# Yvonne Craig Batgirl products announced



## BatToys (Feb 4, 2002)

Yvonne Craig has given her permission for Batgirl toys as a bobblehead was announced.

So I think Moebius will be doing a Batgirl model kit. 

Bob Plant, what if Moebius made all the Batman figures kits in a special collection set as well as individual kits?


----------



## TIEbomber1967 (May 21, 2012)

That's great!
Now who's going to make the Batgirl cycle, Moebius or Round 2?
Or am I crazy for wanting this? Would you bat-fans buy a Batgirl cycle if one was produced?


----------



## Jimmy B (Apr 19, 2000)

TIEbomber1967 said:


> That's great!
> Now who's going to make the Batgirl cycle, Moebius or Round 2?
> Or am I crazy for wanting this? Would you bat-fans buy a Batgirl cycle if one was produced?


If the figure's included (and whatta figure) I'm in


----------



## BatToys (Feb 4, 2002)

TIEbomber1967 said:


> That's great!
> Now who's going to make the Batgirl cycle, Moebius or Round 2?
> Or am I crazy for wanting this? Would you bat-fans buy a Batgirl cycle if one was produced?

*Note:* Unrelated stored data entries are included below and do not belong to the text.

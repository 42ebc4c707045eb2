"""NumPy ``.npz`` archives holding one trajectory, in SI.

Arrays (names fixed, units implied, SI as in :mod:`lwrad.trajectory`):

==========  =======  ========  =========
name        shape    unit      required
==========  =======  ========  =========
t           (N,)     s         yes
r           (N, 3)   m         yes
beta        (N, 3)   1         yes
beta_dot    (N, 3)   1/s       no (derived when absent)
gamma       (N,)     1         no (from beta when absent)
charge      ()       C         no (electron)
mass        ()       kg        no (electron)
format      ()       text      no; ``"lwrad-trajectory-npz 1"`` when written by lwrad
==========  =======  ========  =========

Other names are refused (a misspelt ``beta_dot`` would otherwise be
dropped silently). Archives are opened with ``allow_pickle=False``: an
object array is an :class:`~lwrad.errors.InputError`, never code run.
"""

from __future__ import annotations

import os

import numpy as np

from lwrad.errors import InputError
from lwrad.io._common import (
    ZIP_SIGNATURES,
    atomic_write,
    build,
    check_readable,
    check_samples,
    foreign_errors,
    resolve_particle,
)
from lwrad.trajectory import Bunch, Trajectory

__all__ = ["ARRAYS", "FORMAT_TAG", "sniff", "read", "write"]

FORMAT_TAG = "lwrad-trajectory-npz 1"
#: name → (shape after the sample axis or None for a scalar, required)
ARRAYS: dict[str, tuple[tuple[int, ...] | None, bool]] = {
    "t": ((), True),
    "r": ((3,), True),
    "beta": ((3,), True),
    "beta_dot": ((3,), False),
    "gamma": ((), False),
    "charge": (None, False),
    "mass": (None, False),
}


def sniff(path, head: bytes) -> bool:
    """True for a zip archive (what ``numpy.savez`` writes)."""
    return head[:4] in ZIP_SIGNATURES


def read(path, *, particle=None, **unknown) -> Trajectory:
    """Read an ``.npz`` trajectory (see the module docstring).

    Parameters
    ----------
    path : str or os.PathLike
    particle : str or (float, float), optional
        Must agree with ``charge``/``mass`` in the archive when both are given.

    Returns
    -------
    Trajectory
    """
    p = check_readable(os.fspath(path))
    if unknown:
        raise InputError(
            f"unknown option(s) {', '.join(sorted(unknown))} for .npz; known: particle", source=p
        )
    arrays = {}
    # the file is opened here, not by np.load, so it is closed even when the archive is damaged
    with foreign_errors(p, what="not a readable .npz archive"), open(p, "rb") as fh:
        with np.load(fh, allow_pickle=False) as archive:
            names = list(archive.files)
            extra = sorted(set(names) - set(ARRAYS) - {"format"})
            if extra:
                raise InputError(
                    f"unknown array(s) {', '.join(extra)}; expected {', '.join(ARRAYS)}",
                    source=p,
                    location=f"array {extra[0]}",
                )
            for name in names:
                with foreign_errors(p, location=f"array {name}", what="cannot read the array"):
                    arrays[name] = archive[name]
    if "format" in arrays:
        tag = arrays.pop("format")
        if tag.shape != () or tag.dtype.kind != "U" or str(tag) != FORMAT_TAG:
            raise InputError(
                f"format tag must be {FORMAT_TAG!r}, found {tag!r}",
                source=p,
                location="array format",
            )
    values = {}
    for name, (tail, required) in ARRAYS.items():
        if name not in arrays:
            if required:
                raise InputError("missing array", source=p, location=f"array {name}")
            continue
        arr = arrays[name]
        if arr.dtype.kind not in "fiu":
            raise InputError(
                f"must hold real numbers, found dtype {arr.dtype}",
                source=p,
                location=f"array {name}",
            )
        if tail is None:
            if arr.shape != ():
                raise InputError(
                    f"must be a scalar, found shape {arr.shape}", source=p, location=f"array {name}"
                )
        elif arr.ndim != 1 + len(tail) or arr.shape[1:] != tail:
            want = "(N,)" if not tail else "(N, 3)"
            raise InputError(
                f"shape must be {want}, found {arr.shape}", source=p, location=f"array {name}"
            )
        values[name] = np.asarray(arr, dtype=np.float64)
    n = values["t"].shape[0]
    for name, arr in values.items():
        if ARRAYS[name][0] is not None and arr.shape[0] != n:
            raise InputError(
                f"{arr.shape[0]} samples but t has {n}", source=p, location=f"array {name}"
            )
    check_samples(
        {k: v for k, v in values.items() if ARRAYS[k][0] is not None},
        lambda name, i: (f"array {name}", f"sample {i}"),
        p,
    )
    charge, mass = resolve_particle(
        particle,
        charge=float(values["charge"]) if "charge" in values else None,
        mass=float(values["mass"]) if "mass" in values else None,
        source=p,
    )
    return build(
        Trajectory,
        p,
        t=values["t"],
        r=values["r"],
        beta=values["beta"],
        beta_dot=values.get("beta_dot"),
        gamma=values.get("gamma"),
        charge=charge,
        mass=mass,
        source=p,
    )


def write(obj, path, *, overwrite: bool = False, **unknown) -> str:
    """Write one trajectory as an uncompressed ``.npz`` archive, atomically.

    Parameters
    ----------
    obj : Trajectory (or a Bunch of one)
    path : str or os.PathLike
    overwrite : bool
        Replace an existing file.
    """
    p = os.fspath(path)
    if unknown:
        raise InputError(f"unknown option(s) {', '.join(sorted(unknown))} for .npz", source=p)
    if isinstance(obj, Bunch):
        if len(obj) != 1:
            raise InputError(
                "an .npz file holds one trajectory; use HDF5 or openPMD for a bunch", source=p
            )
        obj = obj[0]
    arrays = {
        "format": np.array(FORMAT_TAG),
        "t": obj.t,
        "r": obj.r,
        "beta": obj.beta,
        "beta_dot": obj.beta_dot,
        "gamma": obj.gamma,
        "charge": np.float64(obj.charge),
        "mass": np.float64(obj.mass),
    }

    def _write(tmp):
        with open(tmp, "wb") as fh:
            np.savez(fh, **arrays)

    return atomic_write(p, _write, overwrite=overwrite)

If you want the ultimate and most realistic 1/6 Yvonne Craig Batgirl and cycle, also write to Hot Toys on their Facebook page. Their Batgirl would cost around $290 and a cycle near $700 but they would be worth it. See their Scarlett Johansson Black Widow on their high quality. Hot Toys already has the 1966 Batman license.

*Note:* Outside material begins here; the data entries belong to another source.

class JointPosterior:
    """Log-probability of the joint transit + RV model.

    Parameters
    ----------
    config : Config
    photometry : list of Photometry
    velocities : list of Velocities

    Notes
    -----
    Callable on one parameter vector; returns ``-inf`` outside the prior
    support or for unphysical orbits (no transit for a transiting planet,
    periastron inside the star, e above the planet's cap).
    """

    def __init__(self, config, photometry, velocities):
        self.config = config
        self.layout = build_layout(config)
        self.planets = config.planets
        self.transiting = [p for p in self.planets if p.transits]
        self.photometry = photometry
        self.velocities = velocities
        self.light_curves = [
            [TransitLightCurve(d.time, d.exposure_days, d.supersample) for _ in self.transiting] for d in photometry]
        priors = self.layout.priors
        self.baselines = [BASELINES[c.baseline](c.name, d.time) for c, d in zip(config.photometry, photometry)]
        self.photometry_noise = [photometry_noise(c, d, priors) for c, d in zip(config.photometry, photometry)]
        self.dilution_names = [f"{c.name}.dilution" if has_dilution(c) else None for c in config.photometry]
        self.decorrelations = [
            LinearDecorrelation([decorrelation_name(d.name, col) for col in c.decorrelate],
                                [d.indicators[col] for col in c.decorrelate])
            for c, d in zip(config.velocities, velocities)]
        self.trend = None
        if config.rv_trend is not None:
            reference = config.rv_trend.reference_bjd
            if reference is None:
                times = np.concatenate([d.time for d in velocities])
                reference = 0.5 * (times.min() + times.max())
            names = ["rv_trend.slope_ms_per_day"] + (["rv_trend.curvature_ms_per_day2"]
                                                     if config.rv_trend.kind == "quadratic" else [])
            self.trend = PolynomialTrend(names, reference)
        self.velocity_noise = velocity_noise(config, velocities, priors) if velocities else []

    def __call__(self, theta):
        lp = self.layout.log_prior(theta)
        if not math.isfinite(lp):
            return -math.inf
        with np.errstate(divide="ignore", invalid="ignore", over="ignore"):
            # Unphysical corners (e -> 1, grazing geometry) are rejected below, not warned about.
            ll = self.log_likelihood(self.layout.values(theta))
        return lp + ll if math.isfinite(ll) else -math.inf

    def orbits(self, values):
        """Per planet orbit dict, or None if any orbit is unphysical."""
        out = {}
        for p in self.planets:
            o = planet_orbit(values, p)
            if not orbit_is_physical(values, p, o):
                return None
            out[p.name] = o
        return out

    def photometry_model(self, values, orbits, i, planets=None):
        """Model flux of photometric dataset ``i``, with the transits of ``planets`` (default: all)."""
        d = self.photometry[i]
        u1, u2 = quadratic_coefficients(values[f"{d.band}.limb_darkening_q1"], values[f"{d.band}.limb_darkening_q2"])
        deficit = np.zeros(d.time.size)
        for p, lc in zip(self.transiting, self.light_curves[i]):
            if planets is not None and p.name not in planets:
                continue
            o = orbits[p.name]
            n = p.name
            per, t0, k = values[f"{n}.period_days"], values[f"{n}.transit_bjd"], values[f"{n}.radius_ratio"]
            sin_i = math.sqrt(1 - o["cos_i"] ** 2)
            idx = lc.window(per, t0, lc.half_window_days(per, o["a_over_rstar"], k, sin_i, o["e"], o["omega_rad"]))
            if idx.size:
                f = lc.flux(idx, per, t0, o["a_over_rstar"], math.acos(o["cos_i"]), o["e"], o["omega_rad"], k, u1, u2)
                deficit[idx] += 1 - f
        dilution = values[self.dilution_names[i]] if self.dilution_names[i] else 0.0
        return self.baselines[i].flux(values) * (1 - (1 - dilution) * deficit)

    def trend_ms(self, values, times):
        """The RV trend (m/s) at ``times`` (zeros without ``rv_trend``)."""
        return np.zeros(np.size(times)) if self.trend is None else self.trend.velocity_ms(values, times)

    def velocity_model(self, values, orbits, i, times=None):
        """Model RV (m/s, without the instrument offset) of spectrograph ``i``.

        At the spectrograph's times: every planet's Keplerian + trend +
        activity decorrelation. At other ``times``: Keplerians + trend.
        """
        t = self.velocities[i].time if times is None else times
        model = self.trend_ms(values, t)
        for p in self.planets:
            o = orbits[p.name]
            n = p.name
            model += radial_velocity_ms(t, values[f"{n}.period_days"], values[f"{n}.transit_bjd"],
                                        o["e"], o["omega_rad"], values[f"{n}.rv_amplitude_ms"])
        if times is None:
            model += self.decorrelations[i].velocity_ms(values)
        return model

    def velocity_residuals(self, values, orbits):
        """RVs minus offsets and models, all spectrographs concatenated."""
        return np.concatenate([d.rv - values[f"{d.name}.offset_ms"] - self.velocity_model(values, orbits, i)
                               for i, d in enumerate(self.velocities)])

    def photometry_noise_prediction(self, values, orbits, i):
        """The noise model's prediction of dataset ``i``'s residuals (the GP's variability; zeros if white)."""
        d = self.photometry[i]
        return self.photometry_noise[i].predict(d.flux - self.photometry_model(values, orbits, i), values)

    def velocity_noise_prediction(self, values, orbits):
        """Per spectrograph, the noise model's prediction of its residuals (the activity GP; zeros if white)."""
        resid = self.velocity_residuals(values, orbits)
        out = np.zeros(resid.size)
        for index, noise in self.velocity_noise:
            out[index] = noise.predict(resid[index], values)
        sizes = np.cumsum([d.time.size for d in self.velocities])[:-1]
        return np.split(out, sizes)

    def log_likelihood(self, values):
        """Gaussian log-likelihood of all datasets for one set of parameter values."""
        orbits = self.orbits(values)
        if orbits is None:
            return -math.inf
        total = 0.0
        for i, (d, noise) in enumerate(zip(self.photometry, self.photometry_noise)):
            total += noise.log_likelihood(d.flux - self.photometry_model(values, orbits, i), values)
        if self.velocities:
            resid = self.velocity_residuals(values, orbits)
            for index, noise in self.velocity_noise:
                total += noise.log_likelihood(resid[index], values)
        return total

A lower price model kit would sell as well.


----------



## Zombie_61 (Apr 21, 2004)

Okay, here's an example of the way my mind works. 

Let's say Yvonne Craig strikes a deal with Moebius to produce a Batgirl kit. Considering the photos they've posted of the six kits they already have planned with the interlocking bases that form the shape of a bat, how do they work any subsequent kits into that theme? Another set of six? Standalone kits? Or...?

On a semi-related note, this is one of the reasons I'm not a fan of interlocking bases.


----------



## Dirt (Dec 29, 1998)

Interlocking bases are okay as long as they all hook the same way. Meaning that if you don't want all of the kits in the series or they add another figure, they'd still fit together.

I doubt I'd hook the entire bunch together anyway. I'd probably keep the heroes together on one shelf with the criminals plotting on another. 

My best,
Ernie
MunsterKoach.com


----------



## BatToys (Feb 4, 2002)

Zombie_61 said:


> Okay, here's an example of the way my mind works.
> 
> Let's say Yvonne Craig strikes a deal with Moebius to produce a Batgirl kit. Considering the photos they've posted of the six kits they already have planned with the interlocking bases that form the shape of a bat, how do they work any subsequent kits into that theme?


FW said they made space for Batgirl to fit in when she became available.

I'd like to see a Frank Gorshin kit repainted as The Joker. He had a great maniacal laugh that I thought he should have played The Joker.


----------



## RSN (Jul 29, 2008)

BatToys said:


> FW said they made space for Batgirl to fit in when she became available.
> 
> I'd like to see a Frank Gorshin kit repainted as The Joker. He had a great maniacal laugh that I thought he should have played The Joker.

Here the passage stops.